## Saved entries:

•••

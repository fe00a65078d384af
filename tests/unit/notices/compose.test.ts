import { describe, expect, it } from "vitest";
import { composeNotice } from "@/lib/notices/compose";
import type { NoticeFacts } from "@/lib/notices/notice-facts";
import { REQUEST } from "./facts";

const ORGANIZER = { name: "Dwellbook", email: "book@dwellbook.invalid" };
const NOW = Date.UTC(2031, 3, 5, 12);
const compose = (amend: Partial<NoticeFacts> = {}) => composeNotice({ ...REQUEST, ...amend }, ORGANIZER, NOW);

/** Undoes the folding of RFC 5545, section 3.1, and the escapes of section 3.3.11. */
function entryLines(body: string): string[] {
  return body.replaceAll("\r\n ", "").split("\r\n");
}

describe("a request", () => {
  const { subject, textBody, htmlBody, calendarMethod, calendarBody } = compose();

  it("says in its subject what, where, when and until when", () => {
    expect(subject).toBe(
      "E-1042: laser dwell at Alder Point, 2031-04-06 03:12:45Z (answer by 2031-04-06 02:52:45Z)",
    );
  });

  it("gives every figure with its unit, in text and in HTML alike", () => {
    const figures = [
      "2031-04-06 03:12:45Z to 03:14:45Z (120 s)",
      // Zurich keeps summer time on that day: UTC + 2 h.
      "2031-04-06 05:12:45 to 05:14:45, Europe/Zurich",
      "46.5000° N, 8.2000° W, 1,400 m",
      "catalogue number 88001",
      "azimuth 201.3°, elevation 35.2°, slant range 1,203 km",
      "azimuth 290.1°, elevation 61.8°, slant range 906 km",
      "1064 nm",
      "20,000 J a pulse of 5 ns",
      "10 Hz (200 kW on average)",
      "aperture 8 m",
      "2031-04-06 02:52:45Z (2031-04-06 04:52:45, Europe/Zurich)",
      "https://book.example.invalid/answer/abc.def",
      "not a NOTAM",
      "nor is it a clearance",
      "Brume Air Unit is concerned because it is asked about every engagement at Alder Point.",
    ];
    for (const figure of figures) {
      expect(textBody).toContain(figure);
      expect(htmlBody).toContain(figure);
    }
  });

  it("carries a calendar request with the engagement's UID, its sequence and times in UTC", () => {
    expect(calendarMethod).toBe("REQUEST");
    const lines = entryLines(calendarBody);
    expect(lines).toContain("METHOD:REQUEST");
    expect(lines).toContain(`UID:${REQUEST.engagementId}@dwellbook.invalid`);
    expect(lines).toContain("SEQUENCE:0");
    expect(lines).toContain("DTSTART:20310406T031245Z");
    expect(lines).toContain("DTEND:20310406T031445Z");
    expect(lines).toContain("STATUS:TENTATIVE");
  });
});

describe("later notices", () => {
  it("revised: name the former times and void former answers", () => {
    const formerFromMs = Date.UTC(2031, 3, 5, 23, 59, 30);
    const { subject, textBody, calendarMethod, calendarBody } = compose({
      kind: "revised request",
      sequence: 1,
      change: "the times of the dwell",
      formerFromMs,
      formerToMs: formerFromMs + 60_000,
    });
    expect(subject).toMatch(/^E-1042 revised: /);
    expect(textBody).toContain("2031-04-05 23:59:30Z to 2031-04-06 00:00:30Z (60 s), no longer planned");
    expect(textBody).toContain("What has changed: the times of the dwell.");
    expect(textBody).toContain("Any answer to it is void");
    expect(calendarMethod).toBe("REQUEST");
    expect(entryLines(calendarBody)).toContain("SEQUENCE:1");
  });

  it("cancelled: give the reason, ask nothing, and cancel the entry under the same UID", () => {
    const amend = {
      kind: "cancellation",
      sequence: 2,
      reason: "cloud over the site",
      answerByMs: null,
      link: null,
    } as const;
    const { textBody, htmlBody, calendarMethod, calendarBody } = compose(amend);
    expect(textBody).toContain("Reason: cloud over the site");
    expect(textBody).not.toContain("Answer by");
    expect(htmlBody).not.toContain("<a ");
    expect(calendarMethod).toBe("CANCEL");
    const lines = entryLines(calendarBody);
    for (const line of [
      "METHOD:CANCEL",
      "STATUS:CANCELLED",
      "SEQUENCE:2",
      `UID:${REQUEST.engagementId}@dwellbook.invalid`,
    ]) {
      expect(lines).toContain(line);
    }
  });

  it("complete: say what was fired, or that nothing was", () => {
    const fired = {
      outcome: "in part",
      openedMs: REQUEST.dwellFromMs,
      closedMs: REQUEST.dwellFromMs + 30_000,
      pulses: 1200,
    } as const;
    const base = { kind: "completion", sequence: 1, answerByMs: null, link: null } as const;
    const done = compose({ ...base, fired });
    expect(done.textBody).toContain(
      "The shutter was open from 2031-04-06 03:12:45Z to 03:13:15Z (30 s); 1,200 pulses were fired. " +
        "Only part of the dwell was used.",
    );
    expect(done.calendarMethod).toBe("PUBLISH");
    const none = compose({
      ...base,
      fired: { outcome: "not fired", openedMs: null, closedMs: null, pulses: 0 },
    });
    expect(none.textBody).toContain("Nothing was fired");
  });
});

describe("names from outside", () => {
  it("cannot break out of the HTML", () => {
    const { htmlBody } = compose({ station: { ...REQUEST.station, name: `<img src=x onerror="a('b')">&` } });
    expect(htmlBody).not.toContain("<img");
    expect(htmlBody).toContain("&lt;img src=x onerror=&quot;a(&#39;b&#39;)&quot;&gt;&amp;");
  });

  it("cannot add lines to the subject, to the calendar or to the list of figures", () => {
    const name = "Alder\r\nBcc: all@example.invalid\nATTENDEE:mailto:x@example.invalid";
    const { subject, textBody, calendarBody } = compose({ station: { ...REQUEST.station, name } });
    expect(subject).not.toMatch(/[\r\n]/);
    expect(entryLines(calendarBody).filter((line) => line.startsWith("ATTENDEE:"))).toEqual([]);
    expect(textBody.split("\n").some((line) => line.startsWith("ATTENDEE"))).toBe(false);
  });

  it("a zone that nobody knows leaves UTC alone", () => {
    const { textBody } = compose({ authority: { ...REQUEST.authority, timeZone: "Nowhere/Land" } });
    expect(textBody).toContain("03:12:45Z");
    expect(textBody).not.toContain("Nowhere/Land");
  });

  it("an orbit that gives no direction is said, not hidden", () => {
    expect(compose({ beam: null }).textBody).toContain("no direction could be worked out");
  });
});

•••

The answer is a bare number: how many lines of the records contain the string "cloud"?

## EXERCISE ANSWER:
2